===== EXERCISE MATERIAL =====

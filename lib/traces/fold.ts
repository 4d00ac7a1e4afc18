// Spans → calls → edge aggregates, in one pass over each batch and without keeping a span.
// A call is counted on the span that makes it (lib/traces/semconv.ts has the naming rules):
//   - a CLIENT span: caller = its service; callee = the service of its SERVER child when that child
//     is known (this batch, an earlier batch of the same fold, or — in the receiver — a child held in
//     PostgreSQL from another request), else what its attributes name. Until a child could still
//     come, the call waits (`waiting()`); the receiver keeps waiting calls for a grace period;
//   - a database CLIENT span is counted at once: database servers send no spans to wait for;
//   - a PRODUCER span, or a CLIENT/CONSUMER span of a messaging system: service → destination,
//     asynchronous (never producer → consumer);
//   - a SERVER span whose parent in the same batch is not a CLIENT/PRODUCER but ran in another
//     service (context propagated by hand, no client instrumentation): parent service → this one.
// Each (trace id, span id) counts once: repeats within the fold and ids in `memory` (spans stored
// by earlier requests) are skipped. Duration and error come from the span that makes the call: the
// caller's view, what a user of that call experienced.
import { merge, record, type Histogram } from "./histogram";
import { calleeFromAttributes, isDatabaseCall, isMessaging, messagingDestination, normaliseKey, protocolOf, type Callee, type CalleeKind, type Evidence } from "./semconv";
import { lastHash, spanHash, SpanIdSet, SpanIndex, type SpanIdMemory } from "./seen";
import { SPAN_KIND, type TraceSpan } from "./types";

export interface EdgeAggregate {
  from: string;
  to: string;
  toKind: CalleeKind;
  via: string | null;
  async: boolean;
  evidence: Set<Evidence>;
  calls: number;
  errors: number;
  histogram: Histogram;
}

/** A CLIENT span whose SERVER child has not been seen yet. */
export interface WaitingClient {
  traceId: string;
  spanId: string;
  caller: string;
  /** What its attributes name, used when no child turns up. */
  fallback: Callee | null;
  via: string | null;
  durationNs: number;
  error: boolean;
}

/** A SERVER span whose parent has not been seen yet (its caller may send it later). */
export interface WaitingServer {
  traceId: string;
  parentSpanId: string;
  spanId: string;
  callee: string;
}

export interface FoldStats {
  /** spans taken in (after repeats were dropped) */
  spans: number;
  /** spans dropped as repeats of a (trace id, span id) already counted */
  duplicates: number;
  /** spans whose service.name gives no usable component key */
  unnamed: number;
  /** calls counted into edges */
  calls: number;
  /** client, producer and consumer spans whose callee nothing names */
  unresolved: number;
  /** server spans whose caller never turned up */
  orphans: number;
}

const KIND_RANK: Record<CalleeKind, number> = { service: 0, datastore: 1, queue: 1 };

export class TraceFold {
  readonly edges = new Map<string, EdgeAggregate>();
  readonly stats: FoldStats = { spans: 0, duplicates: 0, unnamed: 0, calls: 0, unresolved: 0, orphans: 0 };
  /** 64-bit hashes (hi, lo, hi, lo, …) of the ids taken in, for the caller to remember once the fold is stored */
  readonly accepted: number[] = [];
  private readonly ids = new SpanIdSet();
  private readonly clients = new Map<string, WaitingClient>();
  private readonly servers = new Map<string, WaitingServer>();
  private readonly keys = new Map<string, string | null>();

  constructor(private readonly memory?: SpanIdMemory) {}

  private keyOf(service: string): string | null {
    let k = this.keys.get(service);
    if (k === undefined) {
      k = normaliseKey(service);
      this.keys.set(service, k);
    }
    return k;
  }

  /** Count one call (positional: this runs once a span on a million spans). */
  addCall(from: string, to: string, kind: CalleeKind, via: string | null, async: boolean, evidence: Evidence, durationNs: number, error: boolean): void {
    if (from === to) return;
    const id = `${from}\u0000${to}`;
    let e = this.edges.get(id);
    if (!e) {
      e = { from, to, toKind: kind, via, async, evidence: new Set(), calls: 0, errors: 0, histogram: new Map() };
      this.edges.set(id, e);
    }
    if (KIND_RANK[kind] > KIND_RANK[e.toKind]) e.toKind = kind;
    e.via ??= via;
    e.async ||= async;
    e.evidence.add(evidence);
    e.calls += 1;
    if (error) e.errors += 1;
    record(e.histogram, durationNs);
    this.stats.calls += 1;
  }

  /** Add another fold's edges to this one's (requests stored in one transaction). */
  absorb(other: TraceFold): void {
    for (const [id, e] of other.edges) {
      const mine = this.edges.get(id);
      if (!mine) {
        this.edges.set(id, { ...e, evidence: new Set(e.evidence), histogram: new Map(e.histogram) });
        continue;
      }
      if (KIND_RANK[e.toKind] > KIND_RANK[mine.toKind]) mine.toKind = e.toKind;
      mine.via ??= e.via;
      mine.async ||= e.async;
      for (const x of e.evidence) mine.evidence.add(x);
      mine.calls += e.calls;
      mine.errors += e.errors;
      merge(mine.histogram, e.histogram);
    }
  }

  /** A waiting client met its SERVER child (here or in another request). */
  join(client: WaitingClient, callee: string): void {
    // A call into the same service (in-process loopback) is no dependency.
    if (callee === client.caller) return;
    this.addCall(client.caller, callee, "service", client.via, false, "child-span", client.durationNs, client.error);
  }

  /** No child will come: count the call on what its attributes name, if anything. */
  settle(client: WaitingClient): void {
    const f = client.fallback;
    if (f === null) this.stats.unresolved += 1;
    else this.addCall(client.caller, f.name, f.kind, f.via ?? client.via, false, f.evidence, client.durationNs, client.error);
  }

  add(spans: readonly TraceSpan[]): void {
    // Pass 1: drop repeats, name services, and index this batch by 64-bit id hashes: SERVER
    // children by their parent's id, and spans that may be the non-client parent of a SERVER span
    // by their own. Parallel arrays and typed-array indexes, not an object or id string a span:
    // this runs on every span of every request.
    const n = spans.length;
    const kept = new Int32Array(n);
    const services: string[] = [];
    const selfHi = new Uint32Array(n);
    const selfLo = new Uint32Array(n);
    const parentHi = new Uint32Array(n);
    const parentLo = new Uint32Array(n);
    const childOf = new SpanIndex(n);
    const parents = new SpanIndex(n);
    let count = 0;
    for (let i = 0; i < n; i++) {
      const span = spans[i]!;
      spanHash(span.traceId, span.spanId);
      const hi = lastHash.hi;
      const lo = lastHash.lo;
      if (this.memory?.hasHash(hi, lo) || !this.ids.addHash(hi, lo)) {
        this.stats.duplicates += 1;
        continue;
      }
      if (this.memory) this.accepted.push(hi, lo);
      const service = this.keyOf(span.service);
      if (service === null) {
        this.stats.unnamed += 1;
        continue;
      }
      this.stats.spans += 1;
      const at = count++;
      kept[at] = i;
      services.push(service);
      selfHi[at] = hi;
      selfLo[at] = lo;
      const kind = span.kind;
      if (kind === SPAN_KIND.server && span.parentSpanId !== null) {
        spanHash(span.traceId, span.parentSpanId);
        parentHi[at] = lastHash.hi;
        parentLo[at] = lastHash.lo;
        childOf.setIfAbsent(lastHash.hi, lastHash.lo, at);
      }
      if (kind !== SPAN_KIND.client && kind !== SPAN_KIND.producer) parents.setIfAbsent(hi, lo, at);
    }

    // Pass 2: count the calls of client, producer and consumer spans, pairing clients with children.
    const paired = new Uint8Array(count);
    for (let at = 0; at < count; at++) {
      const span = spans[kept[at]!]!;
      const kind = span.kind;
      if (kind === SPAN_KIND.server || kind === SPAN_KIND.internal || kind === SPAN_KIND.unspecified) continue;
      const service = services[at]!;
      const a = span.attrs;
      if (isMessaging(a)) {
        const dest = messagingDestination(a);
        if (dest) this.addCall(service, dest.name, dest.kind, dest.via, true, dest.evidence, span.durationNs, span.error);
        else this.stats.unresolved += 1;
        continue;
      }
      if (kind === SPAN_KIND.producer) {
        // A hand-off without messaging attributes: whatever its attributes name is the broker.
        const broker = calleeFromAttributes(a);
        if (broker) this.addCall(service, broker.name, "queue", broker.via, true, broker.evidence, span.durationNs, span.error);
        else this.stats.unresolved += 1;
        continue;
      }
      if (kind !== SPAN_KIND.client) continue;
      const child = childOf.get(selfHi[at]!, selfLo[at]!);
      if (child >= 0) {
        paired[child] = 1;
        const callee = services[child]!;
        if (callee !== service) this.addCall(service, callee, "service", protocolOf(a), false, "child-span", span.durationNs, span.error);
        continue;
      }
      const id = `${span.traceId}/${span.spanId}`;
      const client: WaitingClient = { traceId: span.traceId, spanId: span.spanId, caller: service, fallback: calleeFromAttributes(a), via: protocolOf(a), durationNs: span.durationNs, error: span.error };
      const earlier = this.servers.get(id);
      if (earlier) {
        this.servers.delete(id);
        this.join(client, earlier.callee);
      } else if (isDatabaseCall(a)) this.settle(client);
      else this.clients.set(id, client);
    }

    // Pass 3: SERVER spans no client of this batch claimed.
    for (let at = 0; at < count; at++) {
      if (paired[at] === 1 || parentHi[at] === 0) continue;
      const span = spans[kept[at]!]!;
      const service = services[at]!;
      const parent = parents.get(parentHi[at]!, parentLo[at]!);
      if (parent >= 0) {
        // Its parent ran here without a CLIENT span (context propagated by hand).
        const parentService = services[parent]!;
        if (parentService !== service) this.addCall(parentService, service, "service", protocolOf(span.attrs), false, "parent-span", span.durationNs, span.error);
        continue;
      }
      const parentKey = `${span.traceId}/${span.parentSpanId}`;
      const waiting = this.clients.get(parentKey);
      if (waiting) {
        this.clients.delete(parentKey);
        this.join(waiting, service);
        continue;
      }
      if (!this.servers.has(parentKey)) this.servers.set(parentKey, { traceId: span.traceId, parentSpanId: span.parentSpanId!, spanId: span.spanId, callee: service });
    }
  }

  /** What still waits for its other half; the receiver stores it and the fold forgets it. */
  takeWaiting(): { clients: WaitingClient[]; servers: WaitingServer[] } {
    const out = { clients: [...this.clients.values()], servers: [...this.servers.values()] };
    this.clients.clear();
    this.servers.clear();
    return out;
  }

  /** The end of a file: no other half will come. Clients count on their attributes; servers stay orphans. */
  finish(): void {
    for (const c of this.clients.values()) this.settle(c);
    this.stats.orphans += this.servers.size;
    this.clients.clear();
    this.servers.clear();
  }
}
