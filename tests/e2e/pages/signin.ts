// Page object: the sign-in screen.
import type { Page } from "playwright-core";
import { baseUrl } from "../browser";

export const DEMO_PASSWORD = "pinchpoint-demo";

export class SignInPage {
  constructor(private readonly page: Page) {}

  async open(): Promise<void> {
    await this.page.goto(`${baseUrl()}/signin`);
  }

  async signIn(email: string, password = DEMO_PASSWORD): Promise<void> {
    await this.page.getByLabel("E-mail").fill(email);
    await this.page.getByLabel("Password").fill(password);
    await this.page.getByRole("button", { name: "Sign in" }).click();
  }

  error() {
    return this.page.locator("#signin-error");
  }
}
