// What an architect can decide about a pinch point (DESIGN §1, risk review): one list for the
// table's enum, the API's schemas and the screens.
export const REVIEW_STATUSES = ["accepted", "mitigating", "resolved"] as const;
export type ReviewStatus = (typeof REVIEW_STATUSES)[number];
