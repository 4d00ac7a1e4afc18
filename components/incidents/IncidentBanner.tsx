"use client";
// The overview's banner while alerts fire: which incident, since when, the probable origin as last
// ranked, and the way to the live screen. Reads the light history endpoint (no origin computation).
import Link from "next/link";
import { plural } from "@/components/ui/format";
import { When } from "@/components/ui/When";
import { incidentHistoryResponseSchema } from "@/lib/api/schemas/incidents";
import { useApi } from "@/lib/client/api";

export function IncidentBanner({ env }: { env: string }) {
  const latest = useApi(incidentHistoryResponseSchema, `/api/v1/environments/${env}/incidents?limit=1`, { refreshInterval: 15_000 });
  const open = latest.data?.items[0]?.status === "open" ? latest.data.items[0] : null;
  if (!open) return null;
  const origin = open.ranking?.origins[0];
  return (
    <div role="alert" className="flex flex-wrap items-center gap-x-3 gap-y-1 rounded-md border border-down/60 bg-down/10 px-4 py-3 text-sm" data-testid="incident-banner">
      <span className="font-semibold text-down">Incident #{open.number} open</span>
      <span className="text-ink">
        since <When at={open.openedAt} /> · {plural(open.firingAlerts, "alert")} firing
        {origin ? (
          <>
            {" "}
            · probable origin <span className="font-mono">{origin.key}</span> (explains {origin.explains} of {open.ranking?.firing.length ?? 0}; a probability, not a diagnosis)
          </>
        ) : null}
      </span>
      <Link href={`/environments/${env}/incidents`} className="ml-auto font-semibold text-brass hover:underline">
        Open the incident screen
      </Link>
    </div>
  );
}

=====

Copy out each line of the records where the word "useApi" appears.

### ANSWER SECTION:
import { useApi } from "@/lib/client/api";
  const latest = useApi(incidentHistoryResponseSchema, `/api/v1/environments/${env}/incidents?limit=1`, { refreshInterval: 15_000 });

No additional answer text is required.